We would also like to mention that the results that we were running for PCA are now out for Figures 2 and 3. Specifically, we used two ways of computing ID estimates using PCA, which use the ​​covariance matrix of the given data to find a subspace on which data projections have maximum variance. Please refer to section 3 of the paper by Fan et. al. [1] for more details on the formulations, where equations (1) and (2) are the two methods respectively. If allowed in limited space, we would be happy to post those tables in the next response (and update the same on the paper as well).

[1] Fan, M., Gu, N., Qiao, H., & Zhang, B. (2010). Intrinsic dimension estimation of data by principal component analysis. ArXiv, abs/1002.2050.

Thank you for your thoughtful and generous review. We're happy and pleased that the core ideas, especially the connection between geometry and reasoning, resonated with you. Your comments validate the intent behind our methodological choices, including the use of MCQA as a controlled testbed and the emphasis on layer-wise dynamics.

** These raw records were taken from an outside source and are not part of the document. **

@numba.njit(**_INLINE)
def _part(t: np.float32, tx: np.float32, yl: np.float32, yax: np.ndarray, rows: np.ndarray,
          tab: np.ndarray, day: tuple) -> np.float32:
    """R or F at (t, tx, yl): yax = (y0, y1, 1/step, last first plane,
    order, 4 planes), rows[4 kk] = (base, first, last, -) per row cell, day
    = (ax, kmap, ctw).  +inf (exact): crossed day, beyond max_range, yl
    outside [y0, y1] or NaN; 0 before the first stored column; +-inf or NaN
    from a marked plane.  No early return, so numba drops the refcounts."""
    kr, fx = _locate(t, day[0], day[1], day[2])
    kc, fy = _locate(tx, day[0], day[1], day[2])
    r = 4 * kr
    col = np.int64(kc)
    yv = yl if yl > yax[0] else yax[0]
    yv = yv if yv < yax[1] else yax[1]
    exact = (col < np.int64(kr)) | (col > rows[r + 2]) | (yv != yl)
    zero = col < rows[r + 1]
    u = (yv - yax[0]) * yax[2]
    cubic = yax[4] == 3
    s = max(np.int64(u) - (1 if cubic else 0), 0)
    s = min(s, np.int64(yax[3]))
    u = u - np.float32(s)
    q = rows[r] + col * np.int64(yax[5]) + 4 * s
    q = np.uint64(0 if exact | zero else q)                # tab[0:16]: a zero cell
    one = np.float32(1.0)
    b0 = _bilinear(tab, q, fx, fy)
    b1 = _bilinear(tab, q + np.uint64(4), fx, fy)
    if cubic:                                              # 4-point Lagrange across planes
        a, b, c = u - one, u - np.float32(2.0), u - np.float32(3.0)
        b2 = _bilinear(tab, q + np.uint64(8), fx, fy)
        b3 = _bilinear(tab, q + np.uint64(12), fx, fy)
        v = (b * c * (u * np.float32(0.5) * b1 - a * np.float32(1 / 6) * b0)
             + u * a * (b * np.float32(1 / 6) * b3 - c * np.float32(0.5) * b2))
    else:
        v = (one - u) * b0 + u * b1
    v = np.float32(0.0) if zero else v
    return np.float32(math.inf) if exact else v


_S = tuple(np.float32((-1.0) ** k / math.factorial(2 * k + 1)) for k in range(7))
_S0, _S1, _S2, _S3, _S4, _S5, _S6 = _S


@numba.njit(**_INLINE)
def _sin32(x: np.float32) -> np.float32:
    """sin x for |x| <= π/2 in float32: Taylor series to x^13 (truncation
    < 1e-9, below float32 rounding), Horner; vectorises."""
    z = x * x
    return x * (_S0 + z * (_S1 + z * (_S2 + z * (_S3 + z * (_S4 + z * (_S5 + z * _S6))))))


@numba.njit(**_JIT)
def _table_range(kind: int, a: np.ndarray, b: np.ndarray, c: np.ndarray, d: np.ndarray,
                 out: np.ndarray, start: int, stop: int, night: tuple, day: tuple, rise: tuple,
                 fall: tuple, kern: tuple) -> int:
    """out[start:stop] = (R + F + Z N)/24; the exact ``_pl_day`` (none if
    kind < 0) in blocks of _BLOCK that left +inf; returns how many.  Short
    passes per block (phases, vectorised; R; F; N) keep lookups in flight."""
    nax, nkmap, nctw, ntab = night[0], night[1], night[2], night[3]
    side = np.uint64(night[4][0])
    pa, pc = np.float32(2.0 * kern[0][4]), np.float32(kern[0][6])
    eb = np.float32(math.exp(-kern[0][5]))
    pi = np.float32(math.pi)
    inf, zero = np.float32(math.inf), np.float32(0.0)
    full, inv24 = np.float32(24.0), np.float32(1.0 / 24.0)
    t0 = np.empty(_BLOCK, dtype=np.float32)
    ts = np.empty(_BLOCK, dtype=np.float32)
    te = np.empty(_BLOCK, dtype=np.float32)
    rise_v = np.empty(_BLOCK, dtype=np.float32)
    fall_v = np.empty(_BLOCK, dtype=np.float32)
    total = 0
    for b0 in range(start, stop, _BLOCK):
        b1 = min(b0 + _BLOCK, stop)
        aa, bb, cc, dd, oo = a[b0:b1], b[b0:b1], c[b0:b1], d[b0:b1], out[b0:b1]
        n = oo.size
        for i in range(n):              # sunrise, sunset and night-end temperatures
            x, y, w = np.float32(aa[i]), np.float32(bb[i]), np.float32(cc[i])
            yl = np.float32(dd[i])
            g = pi / (yl + pa)
            amp = y - x
            t0[i] = x + amp * _sin32(-pc * g)
            s = x + amp * _sin32(pi - (yl - pc) * g)
            ts[i] = s
            te[i] = w + (s - w) * eb
        for i in range(n):
            rise_v[i] = _part(t0[i], np.float32(bb[i]), np.float32(dd[i]), rise[0], rise[1],
                              rise[2], day)
        for i in range(n):
            fall_v[i] = _part(ts[i], np.float32(bb[i]), np.float32(dd[i]), fall[0], fall[1],
                              fall[2], day)
        cnt = 0
        for i in range(n):
            x, y, w = np.float32(aa[i]), np.float32(bb[i]), np.float32(cc[i])
            yl = np.float32(dd[i])
            ks, fs = _locate(ts[i], nax, nkmap, nctw)
            ke, fe = _locate(te[i], nax, nkmap, nctw)
            nv = _bilinear(ntab, np.uint64(4) * (ks * side + ke), fs, fe)
            zf = (full - yl) * inv24
            v = (rise_v[i] + fall_v[i]) * inv24 + (zf * nv if zf > zero else zero)
            v = (v if abs(v) < inf else inf) + zero * (x + y + w + yl)
            oo[i] = v
            cnt += v == inf
        if cnt > 0 and kind >= 0:
            _exact_block(kind, a, b, c, d, out, b0, b1, kern)
        total += cnt
    return total


@numba.njit(parallel=True, **_JIT)
def _run_parallel(a: np.ndarray, b: np.ndarray, c: np.ndarray, d: np.ndarray,
                  out: np.ndarray, night: tuple, day: tuple, rise: tuple, fall: tuple,
                  kern: tuple) -> int:
    n = out.size
    nch = (n + _CHUNK - 1) // _CHUNK
    counts = np.zeros(nch, dtype=np.int64)
    for k in numba.prange(nch):
        s = k * _CHUNK
        counts[k] = _table_range(_EX_PL, a, b, c, d, out, s, min(n, s + _CHUNK), night, day,
                                 rise, fall, kern)
    return counts.sum()


@numba.njit(**_JIT)
def _quadrature_range(a: np.ndarray, b: np.ndarray, c: np.ndarray, d: np.ndarray,
                      out: np.ndarray, start: int, stop: int, rate: tuple, kern: tuple) -> int:
    """Without day-length tables: Gauss-Legendre per day over the rate table
    rate = (rax, rt); exact ``_pl_day`` out of its range."""
    cnt = dev._pl_tabulated_range(a, b, c, d, out, start, stop, rate[1], rate[0], kern[0],
                                  kern[5], kern[6], kern[1][3] != 0)
    if cnt > 0:
        _exact_block(_EX_PL, a, b, c, d, out, start, stop, kern)
    return cnt


@numba.njit(parallel=True, **_JIT)
def _quadrature_parallel(a: np.ndarray, b: np.ndarray, c: np.ndarray, d: np.ndarray,
                         out: np.ndarray, rate: tuple, kern: tuple) -> int:
    n = out.size
    nch = (n + _CHUNK - 1) // _CHUNK
    counts = np.zeros(nch, dtype=np.int64)
    for k in numba.prange(nch):
        s = k * _CHUNK
        counts[k] = _quadrature_range(a, b, c, d, out, s, min(n, s + _CHUNK), rate, kern)
    return counts.sum()


# ----------------------------------------------------------- exact pieces
@numba.njit(**_INLINE)
def _part_exact(which: int, t: float, tx: float, yl: float, kern: tuple) -> tuple:
    """R (which = 0; t = T0) or F (1; t = Ts) with the exact nodes, and its
    hours; the day sine through (t, tx) for day length yl."""
    fpar, ipar, p, qx, qw = kern[0], kern[1], kern[2], kern[3], kern[4]
    g = yl + 2.0 * fpar[4]
    p0 = -math.pi * fpar[6] / g
    p1 = math.pi * (yl - fpar[6]) / g
    pa = p0 if which == 0 else math.pi - p1             # the falling part mirrored
    amp = (tx - t) / (1.0 - math.sin(pa))
    v = dev._branch(tx - amp, amp, pa, _HP, fpar[2], fpar[3], ipar[2], p, qx, qw,
                    ipar[3] != 0)
    return g / math.pi * v, g / math.pi * (_HP - pa)


@numba.njit(parallel=True, **_JIT)
def _part_nodes(which: int, t: np.ndarray, tx: np.ndarray, y: np.ndarray, out: np.ndarray,
                kern: tuple) -> None:
    for i in numba.prange(t.size):
        for k in range(y.size):
            out[i, k] = _part_exact(which, t[i], tx[i], y[k], kern)[0]


@numba.njit(parallel=True, **_JIT)
def _night_exact(ts: np.ndarray, te: np.ndarray, kern: tuple) -> np.ndarray:
    """N(Ts, Te) = _pl_night(Ts, Tn'), Tn' = (Te - e^-b Ts)/(1 - e^-b), same-shape
    C-contiguous float64 arrays."""
    fpar, ipar, p, qx, qw = kern[0], kern[1], kern[2], kern[3], kern[4]
    eb = math.exp(-fpar[5])
    a, b, out = ts.ravel(), te.ravel(), np.empty(ts.size)
    for i in numba.prange(out.size):
        tnext = (b[i] - eb * a[i]) / (1.0 - eb)
        out[i] = dev._pl_night(a[i], tnext, fpar[5], fpar[2], fpar[3], ipar[2], p, qx, qw,
                               ipar[3] != 0)
    return out.reshape(ts.shape)


@numba.njit(parallel=True, **_JIT)
def _check_part(which: int, ci: np.ndarray, cj: np.ndarray, nodes: np.ndarray,
                y_mid: np.ndarray, sub: int, floor: float, day: tuple, part: tuple,
                kern: tuple) -> np.ndarray:
    """Per stored cell m and day-length interval k: the largest |table -
    exact| / max(|exact|, floor × hours) at sub × sub points of the cell at
    y_mid[k] (inf if the table gives no number)."""
    rel = np.zeros((ci.size, y_mid.size))
    for m in numba.prange(ci.size):
        i, j = ci[m], cj[m]
        for k in range(y_mid.size):
            yl = y_mid[k]
            for u in range(sub):
                t = nodes[i] + (nodes[i + 1] - nodes[i]) * (u + 0.5) / sub
                for v in range(sub):
                    tx = nodes[j] + (nodes[j + 1] - nodes[j]) * (v + 0.5) / sub
                    ex, hours = _part_exact(which, t, tx, yl, kern)
                    fast = _part(np.float32(t), np.float32(tx), np.float32(yl), part[0],
                                 part[1], part[2], day)
                    e = abs(np.float64(fast) - ex)
                    e = math.inf if math.isnan(e) else e
                    rel[m, k] = max(rel[m, k], e / max(abs(ex), floor * hours))
    return rel


# --------------------------------------------------------------------- public
class PartonLoganTable(DailyTable):
    """The Parton-Logan day; strategy ``"table"`` (rise, fall and night
    tables, module notes) or ``"quadrature"`` (per day over a rate table).
    Build with ``tables.development_table(model, params,
    diurnal="parton_logan", daylength_range=(ymin, ymax))`` (no range:
    quadrature); ``evaluate`` as ``DailyTable.evaluate``, with ``daylength``.

    Attributes (besides ``DailyTable``'s; tables only): ``y_range`` (h, the
    day lengths the tables cover; others exact), ``rise_planes``,
    ``fall_planes``, ``stored_cells`` (R and F), ``marked_fraction`` (share
    of R and F planes computed exactly), ``night_marked_fraction`` (of N
    cells).

    References
    ----------
    .. [1] Parton, W.J. & Logan, J.A. (1981) A model for diurnal variation in
       soil and air temperature. Agricultural Meteorology 23:205-216.
    """

    def __init__(self, spec: dict, strategy: str) -> None:
        super().__init__("development", spec, strategy)
        self.needs_daylength, self.exact_kind = True, _EX_PL
        self.day = self.rise = self.fall = (_NONE32,)      # (ax, kmap, ctw); R and F tables
        self.y_range = (math.nan, math.nan)
        self.rise_planes = self.fall_planes = self.stored_cells = 0
        self.night_marked_fraction = 0.0

    @property
    def nbytes(self) -> int:
        """Bytes of the arrays the evaluation reads (tables and locators)."""
        return int(sum(a.nbytes for a in (*self.grid, *self.day, *self.rise, *self.fall)))

    def _run(self, a, b, c, d, o, parallel: bool) -> int:
        big = parallel and o.size >= _PARALLEL_MIN
        if self.mode == _PLQ:
            rate = self.grid[:2]
            if big:
                return _quadrature_parallel(a, b, c, d, o, rate, self.kern)
            return _quadrature_range(a, b, c, d, o, 0, o.size, rate, self.kern)
        tabs = (self.grid, self.day, self.rise, self.fall, self.kern)
        if big:
            return _run_parallel(a, b, c, d, o, *tabs)
        return _table_range(_EX_PL, a, b, c, d, o, 0, o.size, *tabs)

    def __repr__(self) -> str:
        return (f"PartonLoganTable({self.strategy}, nodes={self.nodes}, planes="
                f"{self.rise_planes}+{self.fall_planes}, nbytes={self.nbytes}, "
                f"max_rel_error={self.max_rel_error:.2e}, marked={self.marked_fraction:.4f})")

On your note regarding the weakness of the last-layer ID as a proxy, we completely agree that ID near the output layer must be interpreted with care (though some of the works in the vision community have shown its relevance, our large-scale study provides a much more detailed overview to make future works more concrete). The final layer is influenced not just by decision formation but also by architectural constraints (e.g., projection to vocabulary space) that may distort geometric signals. That’s why we center much of our analysis on the intermediate layers, where the ID peak consistently aligns with decisiveness, as shown by LogitLens projections. We plan to clarify this limitation more explicitly in the final version, making sure readers don’t over-interpret the last-layer ID signal in isolation.

Thank you again for highlighting the strengths of the work. Your feedback has been genuinely motivating and has helped us frame the contribution more clearly.